The Four Key Benefits of Blockchain


Blockchain has changed how we perceive problems; it has brought tons of benefits. We will look at four key benefits: near real-time settlement, distributed ledger, irreversibility, censorship-resistant.

Real-time settlement:  

A blockchain enables the near real-time settlement of transactions, which reduces the risk of someone not paying. Some feel it could potentially change the way money is moved around. This allows companies to record the contract terms, manage trade documentation, pull up collateral, obtain letters of credit, and finalize transaction terms with immediate payments. Blockchain also frees up accountants’ time so that they can have more one-on-one interaction with clients.

Distributed ledger:

The peer-to-peer distributed network contains a public history of transactions. A blockchain is distributed, highly available, and retains a secure record of proof that the transaction occurred. Essentially it provides cover and accountability for both client and accountant.

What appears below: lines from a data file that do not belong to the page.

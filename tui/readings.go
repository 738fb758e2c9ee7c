package tui

import (
	"cmp"
	"fmt"
	"slices"
	"strconv"
	"strings"

	"github.com/charmbracelet/bubbles/key"
	"github.com/charmbracelet/bubbles/table"
	tea "github.com/charmbracelet/bubbletea"

	"isofield/survey/pipeline"
	"isofield/survey/qa"
)

// readingsTable lists every reading with its QA outcome; it can be ordered
// by any column and the selected reading excluded or included.
type readingsTable struct {
	keys          KeyMap
	styles        Styles
	table         table.Model
	res           *pipeline.Result
	order         []int // reading index of each row
	sortCol       int
	desc          bool
	width, height int
}

// readingColumns returns the table's column titles.
func readingColumns() []string {
	return []string{"", "source", "line", "id", "x", "y", "original", "corrected", "status", "reason"}
}

func newReadingsTable(keys KeyMap, st Styles) readingsTable {
	t := table.New(table.WithKeyMap(keys.tableKeys()), table.WithStyles(st.Table), table.WithFocused(true))
	return readingsTable{keys: keys, styles: st, table: t, sortCol: 2}
}

// SetSize sets the outer size; columns share the width.
func (r readingsTable) SetSize(w, h int) readingsTable {
	r.width, r.height = w, h
	r.table.SetColumns(r.columns())
	r.table.SetWidth(w)
	r.table.SetHeight(max(h-2, 2))
	return r
}

// columns sizes the columns for the width: each but the last gets its
// share, never less than its least width; the reason column (last) takes
// what is left, and on a narrow terminal the source column gives way first.
func (r readingsTable) columns() []table.Column {
	titles := readingColumns()
	shares := []int{1, 12, 5, 8, 9, 9, 9, 10, 8}
	least := []int{1, 4, 5, 4, 6, 6, 8, 10, 7}
	room := r.width - 2*len(titles) // each cell has one space each side
	ws := make([]int, len(titles))
	used := 0
	for i := range shares {
		ws[i] = max(shares[i]*room/90, least[i])
		used += ws[i]
	}
	for used > room-4 && ws[1] > least[1] {
		ws[1]--
		used--
	}
	ws[len(ws)-1] = max(room-used-2, 4)
	cols := make([]table.Column, len(titles))
	for i, t := range titles {
		if i == r.sortCol && i > 0 {
			t += map[bool]string{false: "↑", true: "↓"}[r.desc]
		}
		cols[i] = table.Column{Title: t, Width: ws[i]}
	}
	return cols
}

// SetResult fills the table from res, keeping the order and the selected
// reading.
func (r readingsTable) SetResult(res *pipeline.Result) readingsTable {
	sel := r.Selected()
	r.res = res
	r = r.sort()
	if sel >= 0 {
		r = r.Select(sel)
	}
	return r
}

// Selected returns the selected reading's index, or -1.
func (r readingsTable) Selected() int {
	c := r.table.Cursor()
	if c < 0 || c >= len(r.order) {
		return -1
	}
	return r.order[c]
}

// Select moves the selection to reading i.
func (r readingsTable) Select(i int) readingsTable {
	if p := slices.Index(r.order, i); p >= 0 {
		old := r.table.Cursor()
		// Moving from the top (rather than SetCursor) scrolls the table's
		// viewport to the row.
		r.table.GotoTop()
		r.table.MoveDown(p)
		r = r.mark(old)
	}
	return r
}

// cell returns column c of reading i as text.
func (r readingsTable) cell(i, c int) string {
	res := r.res
	rd := res.Survey.Readings[i]
	switch c {
	case 0:
		return ""
	case 1:
		return sourceName(res, i)
	case 2:
		return strconv.Itoa(rd.Line0)
	case 3:
		return rd.ID
	case 4:
		return fixed(rd.X)
	case 5:
		return fixed(rd.Y)
	case 6:
		return num(rd.V)
	case 7:
		return num(r.corrected(i))
	case 8:
		return r.status(i).String()
	}
	if res.QA != nil && i < len(res.QA.Notes) {
		return strings.Join(res.QA.Notes[i], "; ")
	}
	return ""
}

func (r readingsTable) corrected(i int) float64 {
	if q := r.res.QA; q != nil && i < len(q.Corrected) {
		return q.Corrected[i]
	}
	return r.res.Survey.Readings[i].V
}

func (r readingsTable) status(i int) qa.Status {
	if q := r.res.QA; q != nil && i < len(q.Status) {
		return q.Status[i]
	}
	return qa.OK
}

// sortKey compares readings a and b by the sort column.
func (r readingsTable) compare(a, b int) int {
	rs := r.res.Survey.Readings
	var c int
	switch r.sortCol {
	case 2:
		c = cmp.Compare(rs[a].File, rs[b].File)*2 + cmp.Compare(rs[a].Line0, rs[b].Line0)
	case 4:
		c = cmp.Compare(rs[a].X, rs[b].X)
	case 5:
		c = cmp.Compare(rs[a].Y, rs[b].Y)
	case 6:
		c = cmp.Compare(rs[a].V, rs[b].V)
	case 7:
		c = cmp.Compare(r.corrected(a), r.corrected(b))
	case 8:
		c = cmp.Compare(r.status(a), r.status(b))
	default:
		c = strings.Compare(r.cell(a, r.sortCol), r.cell(b, r.sortCol))
	}
	if c == 0 {
		c = cmp.Compare(a, b)
	} else if r.desc {
		c = -c
	}
	return c
}

// sort orders the rows by the sort column and rebuilds them.
func (r readingsTable) sort() readingsTable {
	if r.res == nil {
		return r
	}
	n := len(r.res.Survey.Readings)
	r.order = make([]int, n)
	for i := range r.order {
		r.order[i] = i
	}
	slices.SortStableFunc(r.order, r.compare)
	rows := make([]table.Row, n)
	for p, i := range r.order {
		row := make(table.Row, len(readingColumns()))
		for c := range row {
			row[c] = r.cell(i, c)
		}
		rows[p] = row
	}
	r.table.SetColumns(r.columns())
	r.table.SetRows(rows)
	return r.mark(-1)
}

// mark moves the selection marker (the first column) from row old to the
// cursor's row, so the selection shows without colour too.
func (r readingsTable) mark(old int) readingsTable {
	rows := r.table.Rows()
	if old >= 0 && old < len(rows) {
		rows[old][0] = ""
	}
	if c := r.table.Cursor(); c >= 0 && c < len(rows) {
		rows[c][0] = "▶"
	}
	r.table.SetRows(rows)
	return r
}

// Update handles ordering and navigation; exclusion is the root's.
func (r readingsTable) Update(msg tea.Msg) (readingsTable, tea.Cmd) {
	if km, ok := msg.(tea.KeyMsg); ok {
		sel := r.Selected()
		switch {
		case key.Matches(km, r.keys.Order):
			r.sortCol = r.sortCol%(len(readingColumns())-1) + 1 // column 0 is the marker
			return r.sort().Select(sel), nil
		case key.Matches(km, r.keys.Reverse):
			r.desc = !r.desc
			return r.sort().Select(sel), nil
		}
	}
	old := r.table.Cursor()
	var cmd tea.Cmd
	r.table, cmd = r.table.Update(msg)
	if r.table.Cursor() != old {
		r = r.mark(old)
	}
	return r, cmd
}

// View draws the table with a title line.
func (r readingsTable) View() string {
	st := r.styles
	n, sus, exc := 0, 0, 0
	if r.res != nil {
		n = len(r.res.Survey.Readings)
		for i := range n {
			switch r.status(i) {
			case qa.Suspect:
				sus++
			case qa.Excluded:
				exc++
			}
		}
	}
	title := st.PanelTitle.Render("Readings") + st.Label.Render(fmt.Sprintf("  %d, %d suspect, %d excluded; ordered by %s", n, sus, exc, readingColumns()[r.sortCol]))
	return truncate(title, r.width) + "\n" + r.table.View()
}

A blockchain contains a verifiable record of every single transaction ever made on that blockchain. This prevents double spending of the tracked item. Transactions that have been confirmed through blockchain become irreversible; they are posted publicly and maintained in perpetuity.

For example, Bitcoin relies heavily on blockchain. Bitcoin was the first major digital currency to solve the issue of double spending. It did so by implementing this confirmation mechanism and maintaining a common, universal ledger system. In this way, the bitcoin blockchain retains records of time-stamped transactions going back to the founding of the cryptocurrency in 2009.

Censorship resistant:

A blockchain is a secure database that’s stored in a distributed set of computers. Every addition to the database must be digitally signed, making it clear who’s changing what information and when. To ensure that only authorized users have access to the data, blockchains use cryptography-based digital signatures that verify identities. Users sign transactions with a “private key,” which is generated when an account is created.

The private key is known only to the person who controls the account. Any posts, information or transactions cannot be tampered with, since they are distributed among many computers in decentralized networks and due to strict account holder verifications. This allows the resistance of censorship.

While there are pros and cons to blockchains, they are extremely beneficial for accounting accountability and strong client interactions.